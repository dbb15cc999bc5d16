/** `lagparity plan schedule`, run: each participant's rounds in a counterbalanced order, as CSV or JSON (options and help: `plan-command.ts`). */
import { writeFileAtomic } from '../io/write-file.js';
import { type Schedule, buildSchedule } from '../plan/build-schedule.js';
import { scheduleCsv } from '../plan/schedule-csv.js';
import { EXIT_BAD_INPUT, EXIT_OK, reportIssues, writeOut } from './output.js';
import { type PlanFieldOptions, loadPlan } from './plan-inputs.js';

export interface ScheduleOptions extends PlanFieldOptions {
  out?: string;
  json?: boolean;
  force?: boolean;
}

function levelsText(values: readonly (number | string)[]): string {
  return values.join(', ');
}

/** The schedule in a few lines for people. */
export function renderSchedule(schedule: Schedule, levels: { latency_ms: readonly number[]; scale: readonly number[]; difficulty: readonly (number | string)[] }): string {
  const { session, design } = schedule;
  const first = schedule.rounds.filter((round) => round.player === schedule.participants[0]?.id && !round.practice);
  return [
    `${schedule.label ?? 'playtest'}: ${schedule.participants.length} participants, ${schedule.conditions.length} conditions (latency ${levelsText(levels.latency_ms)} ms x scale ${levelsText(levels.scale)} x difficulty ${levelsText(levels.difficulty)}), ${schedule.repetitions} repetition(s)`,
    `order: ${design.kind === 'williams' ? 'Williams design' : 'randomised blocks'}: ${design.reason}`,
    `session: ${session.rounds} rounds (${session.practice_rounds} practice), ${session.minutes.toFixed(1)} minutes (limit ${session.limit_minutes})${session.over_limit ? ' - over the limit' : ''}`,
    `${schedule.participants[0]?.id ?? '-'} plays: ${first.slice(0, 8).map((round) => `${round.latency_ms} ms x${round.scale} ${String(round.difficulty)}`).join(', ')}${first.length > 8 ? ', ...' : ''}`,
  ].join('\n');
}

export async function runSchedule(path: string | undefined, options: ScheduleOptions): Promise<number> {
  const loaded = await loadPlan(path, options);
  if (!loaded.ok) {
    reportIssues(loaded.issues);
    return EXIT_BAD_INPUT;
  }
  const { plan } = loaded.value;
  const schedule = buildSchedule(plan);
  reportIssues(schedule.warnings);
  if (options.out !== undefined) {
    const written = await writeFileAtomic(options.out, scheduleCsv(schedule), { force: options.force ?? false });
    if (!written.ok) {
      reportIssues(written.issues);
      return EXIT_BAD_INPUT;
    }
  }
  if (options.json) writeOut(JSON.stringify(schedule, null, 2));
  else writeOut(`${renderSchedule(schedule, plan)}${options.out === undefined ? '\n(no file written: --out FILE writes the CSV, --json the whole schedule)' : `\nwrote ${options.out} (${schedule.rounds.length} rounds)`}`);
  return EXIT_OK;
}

....................

## TASK REQUIREMENTS
Starting at the top of the data above, repeat every line exactly until the line containing "design' : 'randomised" has been given, then stop.

## ANSWER AREA
repository dbb15cc999bc5d16
/** `lagparity plan schedule`, run: each participant's rounds in a counterbalanced order, as CSV or JSON (options and help: `plan-command.ts`). */
import { writeFileAtomic } from '../io/write-file.js';
import { type Schedule, buildSchedule } from '../plan/build-schedule.js';
import { scheduleCsv } from '../plan/schedule-csv.js';
import { EXIT_BAD_INPUT, EXIT_OK, reportIssues, writeOut } from './output.js';
import { type PlanFieldOptions, loadPlan } from './plan-inputs.js';

export interface ScheduleOptions extends PlanFieldOptions {
  out?: string;
  json?: boolean;
  force?: boolean;
}

function levelsText(values: readonly (number | string)[]): string {
  return values.join(', ');
}

/** The schedule in a few lines for people. */
export function renderSchedule(schedule: Schedule, levels: { latency_ms: readonly number[]; scale: readonly number[]; difficulty: readonly (number | string)[] }): string {
  const { session, design } = schedule;
  const first = schedule.rounds.filter((round) => round.player === schedule.participants[0]?.id && !round.practice);
  return [
    `${schedule.label ?? 'playtest'}: ${schedule.participants.length} participants, ${schedule.conditions.length} conditions (latency ${levelsText(levels.latency_ms)} ms x scale ${levelsText(levels.scale)} x difficulty ${levelsText(levels.difficulty)}), ${schedule.repetitions} repetition(s)`,
    `order: ${design.kind === 'williams' ? 'Williams design' : 'randomised blocks'}: ${design.reason}`,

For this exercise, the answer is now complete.